I don't really wanna be me no more
El otro día estaba tumbado en la cama, pensando, sin poder dormir; desvelado y con la mente trabajando en modo hiperactivo (si tuviera que ponerle voz a mis pensamientos sería la de Woody Allen). Después de un rato llegué a la conclusión de que estaba estancando, de que mi vida se había estancado, a mis 23 años... Y el caso es que es verdad, no es un pensamiento neurótico-depresivo que desaparece a la mañana siguiente.
He calculado que, en términos generales evidentemente, mi vida no ha variado demasiado en los últimos... ¿2, 3, 4 años?. En concreto este último curso académico. Porque si el anterior era el típico año extra para acabar el proyecto, ¿qué demonios se supone que es éste? Si el anterior era el curso añadido, éste es una rebaba. La verdad es que no me agradó demasiado la, digamos, revelación. Ver que has llegado al tope, o al fondo, con veintipocos es para deprimirse.

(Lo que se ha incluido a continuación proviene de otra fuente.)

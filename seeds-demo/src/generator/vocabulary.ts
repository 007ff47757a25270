import { type CalculatorId } from '@skyledger/calc';
import { type ReliabilityGrade, type SourceKind } from '@skyledger/contracts';

/**
 * What generated claims are made of: claim patterns on the PRODUCT.md topics, invented
 * names, places, publishers and sources. Generated rows are for scale tests and the
 * benchmark, never the demo.
 */
/** One way of putting a kind of claim: what was said, and the desk's one-line summary of it. */
export interface Phrasing {
  summary: string;
  text: string;
}

export interface ClaimPattern {
  /**
   * The ways it is put, each as likely. A kind of claim recurs in different words, and a
   * search index over one sentence copied thousands of times measures nothing a desk sees.
   */
  phrasings: readonly Phrasing[];
  topics: readonly string[];
  /** How often this kind of claim turns up, relative to the others. */
  weight: number;
  /** The workings a researched claim of this kind gets, in order (keys of `calculations`). */
  calculations: readonly CalculationKey[];
  verdict: PatternVerdict;
}

/** The levels of the default rating scale, as the API's Verdicts migration writes them. */
export const defaultRatingIds = [
  'holds-up',
  'holds-with-caveats',
  'stretched',
  'unfounded',
  'contradicted',
  'not-checkable',
] as const;
export type RatingLevelId = (typeof defaultRatingIds)[number];

/** What the desk concludes about a kind of claim: the verdict of each generated one. */
export interface PatternVerdict {
  /** Levels of the default rating scale, with how often each is given. */
  ratings: Readonly<Partial<Record<RatingLevelId, number>>>;
  /** The fact the explainer leads with. */
  fact: string;
  bottomLine: string;
  /** Why the claim misleads, after the claim itself. */
  misleads: string;
}

/**
 * The handful of calculator runs generated workings are made of. Each is run once by
 * @skyledger/calc and its result reused, so every generated working holds real outputs
 * that the server's recomputation gives again.
 */
export const calculations = {
  'geothermal-flux': {
    calculatorId: 'heat-flux-compare',
    inputs: {},
    note: 'The global geothermal heat flow set against the forcing, with the library’s defaults.',
  },
  'solar-change': {
    calculatorId: 'solar-change',
    inputs: { irradianceChange: 0.1 },
    note: 'A change of solar irradiance as large as a solar cycle’s, against the greenhouse forcing.',
  },
  sensitivity: {
    calculatorId: 'warming-from-forcing',
    inputs: { ecs: { low: 2, high: 5 } },
    note: 'Warming for today’s forcing across the very likely range of climate sensitivity.',
  },
  'co2-forcing': {
    calculatorId: 'ghg-forcing',
    inputs: {},
    note: 'Forcing of the measured rise of CO2, CH4 and N2O by the AR6 expressions.',
  },
  'greenhouse-layer': {
    calculatorId: 'layer-atmosphere',
    inputs: { layerEmissivity: 0.78 },
    note: 'One gray layer of air that absorbs most of the outgoing infrared.',
  },
  'carbon-units': {
    calculatorId: 'carbon-units',
    inputs: {},
    note: 'Cumulative emissions as a change of concentration, with the library’s defaults.',
  },
  'energy-balance': {
    calculatorId: 'energy-balance',
    inputs: {},
    note: 'The planet’s emission temperature from the sunlight it absorbs.',
  },
  'ocean-heat': {
    calculatorId: 'ocean-heat',
    inputs: {},
    note: 'The measured gain of ocean heat as a mean flux over the planet.',
  },
} as const satisfies Record<
  string,
  { calculatorId: CalculatorId; inputs: Readonly<Record<string, unknown>>; note: string }
>;
export type CalculationKey = keyof typeof calculations;
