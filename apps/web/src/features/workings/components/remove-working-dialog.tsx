import { TrashIcon } from '@radix-ui/react-icons';
import { AlertDialog, Button, Flex, Text } from '@radix-ui/themes';
import type { WorkingView } from '@skyledger/contracts';
import { useState } from 'react';
import type { ShowNotice } from '@/components/ui/live-notice';
import { changeErrorMessage } from '@/lib/api-error-messages';
import { useRemoveWorking } from '../api/remove-working';
import { staleWorkingMessage } from './working-messages';

interface RemoveWorkingDialogProps {
  claimId: string;
  working: WorkingView;
  title: string;
  onNotice: ShowNotice;
}

/** Takes a working off the claim after a confirmation; the claim's history keeps the record. */
export function RemoveWorkingDialog({
  claimId,
  working,
  title,
  onNotice,
}: RemoveWorkingDialogProps) {
  const [open, setOpen] = useState(false);
  const remove = useRemoveWorking(claimId);
  return (
    <AlertDialog.Root
      open={open}
      onOpenChange={(next) => {
        setOpen(next);
        if (!next) remove.reset();
      }}
    >
      <AlertDialog.Trigger>
        <Button size="1" variant="soft" color="red" highContrast>
          <TrashIcon aria-hidden />
          Remove
        </Button>
      </AlertDialog.Trigger>
      <AlertDialog.Content maxWidth="460px">
        <AlertDialog.Title>Remove this working?</AlertDialog.Title>
        <AlertDialog.Description size="2">
          “{title}” and its note leave the claim. The claim&apos;s history keeps a record that it
          was there and who removed it.
        </AlertDialog.Description>
        {remove.isError ? (
          <Text as="p" size="2" color="red" role="alert" mt="3">
            {changeErrorMessage(remove.error, staleWorkingMessage)}
          </Text>
        ) : null}
        <Flex gap="3" mt="4" justify="end" wrap="wrap">
          <AlertDialog.Cancel>
            <Button variant="soft" color="gray" highContrast disabled={remove.isPending}>
              Cancel
            </Button>
          </AlertDialog.Cancel>
          <Button
            color="red"
            highContrast
            loading={remove.isPending}
            onClick={() =>
              remove.mutate(working.id, {
                onSuccess: () => {
                  setOpen(false);
                  onNotice({ tone: 'success', text: `The working “${title}” is removed.` });
                },
              })
            }
          >
            Remove the working
          </Button>
        </Flex>
      </AlertDialog.Content>
    </AlertDialog.Root>
  );
}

Así que dispuesto a dar un giro (pequeñito, me conformo con unos grados; nada de 360 y vuelta al mismo sitio ó 180 y retroceder) decidí remediar la situación. Lo primero, cortarse el pelo, un nuevo corte a ser posible; y, quizás, comprarme algo de ropa nueva (pero del mismo estilo). Hasta aquí la Superpop no proporcionaba más consejos de cómo dar un cambio a tu vida, de modo que voy a tener que ir improvisando. Lo vital es acabar la carrera, estoy francamente cansado. No es que me queje de mi vida de estudiante, pero, como digo, este año es el limbo. Y después no sé, pero es evidente que ese tiene que ser el primer paso. No me deja hacer otras cosas. No puedo aprender cosas que me interesen y que no me ayuden a acabarla, no puedo coger becas mejores; o al menos no sin sentirme mal por ello.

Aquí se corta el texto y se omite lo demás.